Beware of “foolproof” recession indicators. For years, people have been telling me that an inversion of the 2-year and 10-year yield spread on Treasury securities indicates that a recession will occur within 12 months. I’ve warned them that while the indicator has a good track record, it’s far from perfect. 

This yield spread inverted on April 1st, 2022. In retrospect, this inversion seems to have been an April fool’s joke, as yesterday’s jobs figures were extremely strong, showing payroll employment rising by 339,000 in May 2023. You don’t see those sorts of big job gains when the economy is in a recession. It looks like the “infallible” yield curve indicator has failed us.   

In fairness, the 3-month/10-year spread didn’t invert until October of 2022, so that one might yet prove accurate. This inversion may have contributed to Bloomberg’s panel of forecasters telling us last October that a recession was 100% certain to occur by October 2023. 

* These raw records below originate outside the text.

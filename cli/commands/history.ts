import type { RecordLine } from '../../shared/contract/record.ts'
import { recordCells, recordHeads } from '../../shared/history/record-cells.ts'
import { limits } from '../../shared/limits.ts'
import type { Client } from '../client.ts'
import { type Command, type Context, everyFormat, type Given } from '../command.ts'
import type { ConnectionOptions } from '../config.ts'
import { filterOptions, type HistoryQuery, historyPages, readFilters } from '../history-filters.ts'
import { text, wholeNumber } from '../option-values.ts'
import { print, type Rendering, render } from '../output.ts'
import { connect, readConnection, serverAbout, serverOptions } from '../server-options.ts'
import { textTable } from '../table.ts'

type Options = ConnectionOptions & { query: HistoryQuery; limit: number }

export const historyCommand: Command<Options> = {
  about: serverAbout,
  options: [
    ...filterOptions,
    { flags: '--limit <count>', says: `how many at most (default ${limits.pageDefault})` },
    { flags: '--after <mark>', says: 'go on behind the `next` of an earlier answer' },
    ...serverOptions,
  ],
  formats: everyFormat,
  examples: [
    { run: 'ogee history --unit 031 --limit 5', says: 'The five newest records of unit 031.' },
    {
      run: 'ogee history --verdict out-of-reach --format csv',
      says: 'What was out of reach, for a spreadsheet.',
    },
  ],
  read: readHistory,
  run: history,
}

function readHistory(given: Given): Options {
  const { options } = given
  const query = readFilters(options)
  const after = text(options.after)
  if (after !== undefined) query.after = after
  const limit = wholeNumber('--limit', text(options.limit) ?? String(limits.pageDefault), 1, 1_000_000)
  return { ...readConnection(given), query, limit }
}

async function history(options: Options, context: Context): Promise<number> {
  const client = await connect(options, context)
  if (context.format === 'csv' || context.format === 'ndjson') return await stream(client, options, context)
  const items: RecordLine[] = []
  let next: string | null = null
  for await (const page of historyPages(client, options)) {
    items.push(...page.items)
    next = page.next
  }
  await print(rendering(items, next), context)
  return 0
}

/** Page by page, so that a long history needs no more memory than a short one, and stops when the reader has gone. */
async function stream(client: Client, options: Options, { io, format }: Context): Promise<number> {
  let isFirst = true
  for await (const { items } of historyPages(client, options)) {
    const text = render(rendering(items, null), format, false)
    const headless = format === 'csv' && !isFirst ? text.slice(text.indexOf('\n') + 1) : text
    if (!(await io.write(headless))) return 0
    isFirst = false
  }
  return 0
}

function rendering(items: readonly RecordLine[], next: string | null): Rendering {
  const columns = [
    'Record',
    'Recorded',
    'Unit',
    'Ch',
    'Range',
    'Kind',
    'Pass',
    'Verdict',
    'Gain',
    'Offset',
    'Worst LSB',
    'Station',
  ]
  const isRight = (i: number) => i === 0 || i === 6 || (i >= 8 && i <= 10)
  return {
    json: { format: 'ogee.history/1', items, next },
    lines: items,
    table: () =>
      items.length === 0
        ? 'No record matches.\n'
        : textTable(
            columns.map((head, i) => ({ head, right: isRight(i) })),
            items.map((line) => [
              line.number,
              line.recordedAt.replace(/\.\d+/, ''),
              line.unit,
              line.channel,
              line.range,
              line.kind,
              line.pass,
              line.verdict,
              line.gainCode,
              line.offsetCode,
              line.worstLsb?.toFixed(3),
              line.station,
            ]),
          ),
    csv: { heads: recordHeads, rows: items.map(recordCells) },
  }
}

But there’s another problem with forecasts of an imminent recession. Bloomberg reports that a labor market showing this sort of very widespread strength almost never occurs within 6 months of the next recession:

Meanwhile, the so-called diffusion index showed that 60.2% of industries added jobs, a proportion that’s historically inconsistent with a recession starting in the next six months. That means that the majority of economists projecting economic contractions in the third and forth quarters of this year may have to reconsider. The labor market is often considered a “lagging indicator,” but it’s rare — outside of the highly unusual Covid-19 experience — for it to abruptly stop with no forewarning.

I don’t know what will happen between now and October, but I do know one thing for certain: one of these reliable recession indicators will be wrong. Either the yield curve inversion will predict a recession that didn’t happen, or the diffusion index will fail to give its normal advanced warning.

This is one more example of why you should always maintain a healthy skepticism when someone shows you a supposedly sure fire indicator of future economic trends. As they say in the investment industry, past performance is no guarantee of future success. 

P.S. It’s true that the yield spread accurately predicted a US recession in 2020. But in my view it just got lucky. Without COVID, I doubt whether a recession would have occurred during 2020.